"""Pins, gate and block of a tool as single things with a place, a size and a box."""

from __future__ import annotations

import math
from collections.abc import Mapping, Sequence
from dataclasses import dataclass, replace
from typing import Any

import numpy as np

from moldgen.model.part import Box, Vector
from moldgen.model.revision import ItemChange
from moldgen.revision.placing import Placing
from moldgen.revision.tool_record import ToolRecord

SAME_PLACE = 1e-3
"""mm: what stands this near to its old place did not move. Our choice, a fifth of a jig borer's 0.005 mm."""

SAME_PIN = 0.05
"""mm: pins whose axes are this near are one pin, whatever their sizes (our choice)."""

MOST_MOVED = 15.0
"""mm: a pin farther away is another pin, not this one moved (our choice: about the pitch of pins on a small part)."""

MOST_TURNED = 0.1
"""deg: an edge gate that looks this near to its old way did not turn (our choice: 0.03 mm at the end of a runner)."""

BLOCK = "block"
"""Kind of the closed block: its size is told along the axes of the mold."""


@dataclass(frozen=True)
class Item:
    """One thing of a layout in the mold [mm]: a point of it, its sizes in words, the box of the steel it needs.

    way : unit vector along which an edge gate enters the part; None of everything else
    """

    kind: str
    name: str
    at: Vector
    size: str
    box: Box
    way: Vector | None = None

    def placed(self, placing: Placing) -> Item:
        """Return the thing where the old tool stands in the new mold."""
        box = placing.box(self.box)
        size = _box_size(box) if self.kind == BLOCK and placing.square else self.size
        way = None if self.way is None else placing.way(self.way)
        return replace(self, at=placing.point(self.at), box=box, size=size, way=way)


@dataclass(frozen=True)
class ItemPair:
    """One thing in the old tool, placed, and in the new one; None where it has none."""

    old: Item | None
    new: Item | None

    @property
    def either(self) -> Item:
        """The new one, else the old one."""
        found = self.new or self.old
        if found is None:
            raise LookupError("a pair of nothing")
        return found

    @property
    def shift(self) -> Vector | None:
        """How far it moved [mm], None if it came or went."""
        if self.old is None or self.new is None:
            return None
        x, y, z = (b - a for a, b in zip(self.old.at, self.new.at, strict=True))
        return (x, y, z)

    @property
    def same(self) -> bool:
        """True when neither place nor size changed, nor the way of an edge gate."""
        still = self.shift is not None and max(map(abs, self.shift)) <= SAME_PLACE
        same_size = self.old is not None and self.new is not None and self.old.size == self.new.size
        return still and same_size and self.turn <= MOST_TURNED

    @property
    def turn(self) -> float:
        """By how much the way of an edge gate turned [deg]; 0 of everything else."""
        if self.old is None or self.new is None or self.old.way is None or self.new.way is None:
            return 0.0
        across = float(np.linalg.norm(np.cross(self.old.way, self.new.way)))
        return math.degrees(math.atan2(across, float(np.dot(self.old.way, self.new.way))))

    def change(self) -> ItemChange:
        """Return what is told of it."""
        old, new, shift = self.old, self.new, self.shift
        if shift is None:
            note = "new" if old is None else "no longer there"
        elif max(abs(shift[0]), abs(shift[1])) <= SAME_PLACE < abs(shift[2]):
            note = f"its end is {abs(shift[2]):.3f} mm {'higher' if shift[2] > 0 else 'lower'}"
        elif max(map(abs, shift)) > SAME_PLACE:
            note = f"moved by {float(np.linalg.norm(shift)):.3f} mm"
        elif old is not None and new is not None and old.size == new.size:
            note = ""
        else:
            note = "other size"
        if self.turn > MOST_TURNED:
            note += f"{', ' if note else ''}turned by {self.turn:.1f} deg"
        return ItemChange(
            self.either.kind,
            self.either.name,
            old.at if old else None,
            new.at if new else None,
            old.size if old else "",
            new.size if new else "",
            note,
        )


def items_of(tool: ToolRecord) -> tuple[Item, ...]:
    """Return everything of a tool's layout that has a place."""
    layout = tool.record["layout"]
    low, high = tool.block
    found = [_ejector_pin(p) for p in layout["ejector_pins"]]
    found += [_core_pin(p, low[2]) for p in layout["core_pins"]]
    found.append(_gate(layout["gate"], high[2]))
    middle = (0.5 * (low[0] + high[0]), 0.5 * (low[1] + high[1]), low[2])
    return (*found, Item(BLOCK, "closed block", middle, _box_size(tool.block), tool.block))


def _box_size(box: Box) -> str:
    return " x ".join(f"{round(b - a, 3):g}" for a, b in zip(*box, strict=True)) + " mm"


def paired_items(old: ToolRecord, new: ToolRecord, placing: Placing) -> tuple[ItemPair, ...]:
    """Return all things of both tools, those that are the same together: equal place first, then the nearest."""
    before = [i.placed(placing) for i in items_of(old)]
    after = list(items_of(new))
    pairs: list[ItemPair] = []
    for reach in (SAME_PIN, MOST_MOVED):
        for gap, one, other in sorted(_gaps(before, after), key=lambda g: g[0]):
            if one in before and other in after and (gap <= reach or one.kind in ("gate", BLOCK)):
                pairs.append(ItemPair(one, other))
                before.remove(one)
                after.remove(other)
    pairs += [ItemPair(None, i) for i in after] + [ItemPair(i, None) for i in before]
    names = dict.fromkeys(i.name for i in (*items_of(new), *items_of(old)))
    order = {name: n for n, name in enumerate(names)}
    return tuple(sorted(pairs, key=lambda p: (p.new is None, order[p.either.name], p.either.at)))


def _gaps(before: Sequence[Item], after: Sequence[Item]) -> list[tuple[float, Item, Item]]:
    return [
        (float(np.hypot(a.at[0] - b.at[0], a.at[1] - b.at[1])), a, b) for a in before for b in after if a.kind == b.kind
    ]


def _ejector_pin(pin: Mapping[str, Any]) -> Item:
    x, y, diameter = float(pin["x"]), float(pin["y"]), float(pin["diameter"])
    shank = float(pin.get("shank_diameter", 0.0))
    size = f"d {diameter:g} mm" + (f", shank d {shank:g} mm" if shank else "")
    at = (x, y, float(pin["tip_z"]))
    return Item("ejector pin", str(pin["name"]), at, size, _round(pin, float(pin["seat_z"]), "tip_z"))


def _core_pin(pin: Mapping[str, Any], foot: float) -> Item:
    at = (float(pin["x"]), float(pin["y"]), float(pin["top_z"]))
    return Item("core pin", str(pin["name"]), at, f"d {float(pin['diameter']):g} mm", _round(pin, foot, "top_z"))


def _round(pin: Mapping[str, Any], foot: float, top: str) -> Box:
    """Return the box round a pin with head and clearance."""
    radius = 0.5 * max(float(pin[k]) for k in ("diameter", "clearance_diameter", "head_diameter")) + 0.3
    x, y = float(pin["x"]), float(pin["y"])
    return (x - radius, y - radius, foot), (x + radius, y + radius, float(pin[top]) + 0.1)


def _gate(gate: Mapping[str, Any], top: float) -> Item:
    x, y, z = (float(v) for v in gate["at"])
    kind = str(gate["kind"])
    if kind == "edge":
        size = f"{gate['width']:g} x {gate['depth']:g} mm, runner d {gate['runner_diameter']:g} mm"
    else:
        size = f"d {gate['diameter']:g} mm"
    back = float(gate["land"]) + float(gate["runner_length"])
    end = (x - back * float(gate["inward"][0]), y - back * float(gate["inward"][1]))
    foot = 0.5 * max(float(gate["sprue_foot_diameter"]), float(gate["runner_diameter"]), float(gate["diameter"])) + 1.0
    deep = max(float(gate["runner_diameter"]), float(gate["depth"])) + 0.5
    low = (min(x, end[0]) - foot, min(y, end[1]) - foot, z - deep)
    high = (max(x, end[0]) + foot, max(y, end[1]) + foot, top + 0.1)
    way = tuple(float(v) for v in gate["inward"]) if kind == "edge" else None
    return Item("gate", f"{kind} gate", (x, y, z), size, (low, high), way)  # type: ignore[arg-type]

------------------------------------------------

**Action item:** What you return should be the lines from the beginning of the records through the one that contains "from moldgen.revision.placing import Placing", repeated exactly and with no additions.

**Written response:**
"""Pins, gate and block of a tool as single things with a place, a size and a box."""

from __future__ import annotations

import math
from collections.abc import Mapping, Sequence
from dataclasses import dataclass, replace
from typing import Any

import numpy as np

from moldgen.model.part import Box, Vector
from moldgen.model.revision import ItemChange
from moldgen.revision.placing import Placing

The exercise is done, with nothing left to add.